O’Neill’s 2016 book, Weapons of Math Destruction: How Big Data Increases Inequality and Threatens Democracy, shows how when big data goes wrong teachers lose jobs, women don’t get promoted and global financial systems crash. Her key message: the era of blind faith in big data must end, and the black boxes must be opened.

Demand Algorithmic Accountability

It is very interesting, then, that New York City has a new law on the books to do just that and demand “algorithmic accountability” (presumably drawing on the Web Foundation’s report of the same name). According to MIT Technology Review, the city’s council passed America’s first bill to ban algorithmic discrimination in city government.
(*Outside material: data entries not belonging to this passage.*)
"""Caches never answer for a different value.

A user's ``ligands.toml`` may redefine a built-in ligand under the same name
(other SMILES, other charge); a user file may be edited between two calls of
one process.  Every answer given in one long process must equal the answer a
fresh process gives for the same rules: the fresh process is the check value
(it has nothing cached).
"""

from __future__ import annotations

import ast
import json
import pathlib
import subprocess
import sys

import numpy as np
import pytest

from enumerator import caches
from enumerator.isomers.enumeration import group_tables
from enumerator.model.composition import LigandKind
from enumerator.rules.ligands import load_ligands
from enumerator.rules.ruleset import load_rules

ROOT = pathlib.Path(__file__).resolve().parent.parent

# PMe3 redefined as P(CF3)3: other substituents, so other CIP priorities (the descriptor changes) and no
# IUPAC name; NH3 redefined as amide NH2-: other charge, so another oxidation state and electron count.
USER_LIGANDS = """
[[ligand]]
name = "PMe3"
label = "tris(trifluoromethyl)phosphine, under a built-in name"
smiles = "FC(F)(F)[P:1](C(F)(F)F)C(F)(F)F"
donors = ["P"]
denticity = 1
charge = 0
electrons_covalent = 2
electrons_ionic = 2

[[ligand]]
name = "NH3"
label = "amide, under a built-in name"
smiles = "[NH2-:1]"
donors = ["N"]
denticity = 1
charge = -1
electrons_covalent = 1
electrons_ionic = 2
"""

# CO redefined as 13CO: a heavier oscillator, so lower predicted wavenumbers.
USER_CARBONYL = """
[[ligand]]
name = "CO"
label = "carbonyl, carbon-13, under the built-in name"
smiles = "[13C-:1]#[O+]"
donors = ["C"]
denticity = 1
charge = 0
electrons_covalent = 2
electrons_ionic = 2
reporter = "CO"
"""

#: What is compared: every answer of the analysis, and the predicted bands of a carbonyl.
ANSWERS = """
import json, sys
from enumerator.workflow.bands import predict_spectra
from enumerator.workflow.pipeline import Request, run

def answers(rules):
    doc = run(Request("[PtCl(PPh3)(PMe3)(NH3)]+", rules=rules)).to_dict()
    bands = predict_spectra(Request("[Mo(CO)5(PPh3)]", rules=rules)).to_dict()
    return {
        "descriptors": [i["descriptor"] for i in doc["isomers"]],
        "point_groups": [i["point_group"] for i in doc["isomers"]],
        "names": [i.get("name") for i in doc["isomers"]],
        "centre": doc["centre"],
        "analysis": doc,
        "bands": bands,
    }
"""


def _answers_here(rules: tuple[str, ...]) -> dict:
    space: dict = {}
    exec(ANSWERS, space)  # the same code as the fresh process runs
    return json.loads(json.dumps(space["answers"](rules)))


def _answers_fresh(rules: tuple[str, ...]) -> dict:
    code = ANSWERS + f"\nprint(json.dumps(answers({rules!r})))\n"
    out = subprocess.run([sys.executable, "-c", code], capture_output=True, text=True, check=True, cwd=ROOT)
    return json.loads(out.stdout)


def _same(got: dict, want: dict) -> None:
    for key in ("descriptors", "point_groups", "names", "centre", "bands", "analysis"):
        assert got[key] == want[key], key


def test_built_in_then_user_then_built_in_rules_match_fresh_processes(tmp_path):
    (tmp_path / "ligands.toml").write_text(USER_LIGANDS + USER_CARBONYL, encoding="utf-8")
    user = (str(tmp_path),)
    first = _answers_here(())
    mine = _answers_here(user)
    again = _answers_here(())
    fresh_builtin, fresh_user = _answers_fresh(()), _answers_fresh(user)
    _same(first, fresh_builtin)
    _same(mine, fresh_user)
    _same(again, fresh_builtin)
    # the user's definitions do change the answers, so the comparison above can fail
    assert mine["descriptors"] != first["descriptors"]
    assert mine["centre"]["oxidation_state"] != first["centre"]["oxidation_state"]
    assert mine["bands"] != first["bands"]


def test_an_edited_user_file_is_read_again(tmp_path):
    path = tmp_path / "ligands.toml"
    path.write_text(USER_CARBONYL, encoding="utf-8")
    user = (str(tmp_path),)
    before, fresh_before = _answers_here(user), _answers_fresh(user)
    path.write_text(USER_LIGANDS, encoding="utf-8")  # another size, so another stamp whatever the clock
    after, fresh_after = _answers_here(user), _answers_fresh(user)
    _same(before, fresh_before)
    _same(after, fresh_after)
    assert before["descriptors"] != after["descriptors"]


def test_catalogue_data_is_part_of_a_ligand_kinds_value():
    built_in = load_ligands(load_rules())["PMe3"].kind()
    other = LigandKind("PMe3", ("P",), meta=(("smiles", "FC(F)(F)[P:1](C(F)(F)F)C(F)(F)F"),))
    assert built_in != other
    assert len({built_in, other}) == 2


def test_cached_answers_cannot_be_changed_by_a_caller(rules):
    tab = group_tables(rules.geometry("OC-6"))
    with pytest.raises(ValueError):
        tab.perms[0, 0] = 5
    with pytest.raises(ValueError):
        rules.geometry("OC-6").angles[0, 1] = 0.0
    with pytest.raises(TypeError):
        rules.geometries["XX-1"] = rules.geometry("OC-6")  # type: ignore[index]
    with pytest.raises(TypeError):
        load_ligands(rules)["CO"] = load_ligands(rules)["CN"]  # type: ignore[index]
    assert isinstance(np.asarray(tab.mult), np.ndarray) and not tab.mult.flags.writeable


def test_clear_empties_every_registered_cache(rules):
    from enumerator.workflow.pipeline import analyse

    analyse("[RuCl2(CO)2(PPh3)2]")
    assert any(c.cache_info().currsize for c in caches.registered())
    caches.clear()
    assert not any(c.cache_info().currsize for c in caches.registered())
    assert analyse("Ma4b2").isomer_set.geometric_isomers == 2  # answers come back after clearing


def _decorators(tree: ast.AST) -> list[str]:
    out = []
    for node in ast.walk(tree):
        if isinstance(node, (ast.FunctionDef, ast.AsyncFunctionDef)):
            out.extend(ast.unparse(d) for d in node.decorator_list)
    return out


FUNCTOOLS_CACHES = {"lru_cache", "cache", "functools.lru_cache", "functools.cache"}


def test_every_memo_cache_of_the_package_is_registered():
    # functools caches that bypass enumerator.caches would escape caches.clear()
    for path in sorted((ROOT / "enumerator").rglob("*.py")):
        if path.name == "caches.py":
            continue
        tree = ast.parse(path.read_text(encoding="utf-8"))
        for d in _decorators(tree):
            assert d.split("(")[0] not in FUNCTOOLS_CACHES, f"{path}: @{d}"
The bill wants a task force to study how city agencies use algorithms and create a report on how to make algorithms more easily understandable to the public.

AI Now, a research institute at New York University focused on the social impact of AI, has offered a framework centered on what it calls Algorithmic Impact Assessments. Essentially, this calls for greater openness around algorithms, strengthening of agencies’ capacities to evaluate the systems they procure, and increased public opportunity to dispute the numbers and the math behind them.

Data Storytellers

So, what does this mean for ICT4D? Two things, based on our commitment to being transparent and accountable for the data we collect. Firstly, organisations that mine big data need to become interpreters of their algorithms. Someone on the data science team needs to be able to explain the math to the public.

Back in 2014 the UN Secretary General proposed that “communities of ‘information intermediaries’ should be fostered to develop new tools that can translate raw data into information for a broader constituency of non-technical potential users and enable citizens and other data users to provide feedback.” You’ve noticed the increase in jobs for data scientists and data visualisation designers, right?

But it goes beyond that. With every report and outcome that draws on big data, there needs to be a “how we got here” explanation. Not just making the data understandable, but the story behind that data. Maybe the data visualiser does this, but maybe there’s a new role of data storyteller in the making.

The UN Global Pulse principle says we should “design, carry out, report and document our activities with adequate accuracy and openness.” At the same time, Forbes says data storytelling is an essential skill. There is clearly a connection here. Design and UI thinking will be needed to make sure the heavy lifting behind the data scenes can be easily explained, like you would to your grandmother. Is this an impossible ask? Well, the alternative is simply not an option anymore.

Data Activists

Secondly, organisations that use someone else’s big data analysis – like many ICT4D orgs these days – need to take an activist approach. They need to ask questions about where the data comes from, what steps were taken to audit it for inherent bias, for an explanation of the “secret sauce” in the analysis. We need to demand algorithmic accountability” We are creators and arbiters of big data.

The issue extends beyond protecting user data and privacy, important as this is. It relates to transparency and comprehension. Now is the time, before it’s too late, to lay down the practices that ensure we all know how big data gets cooked up.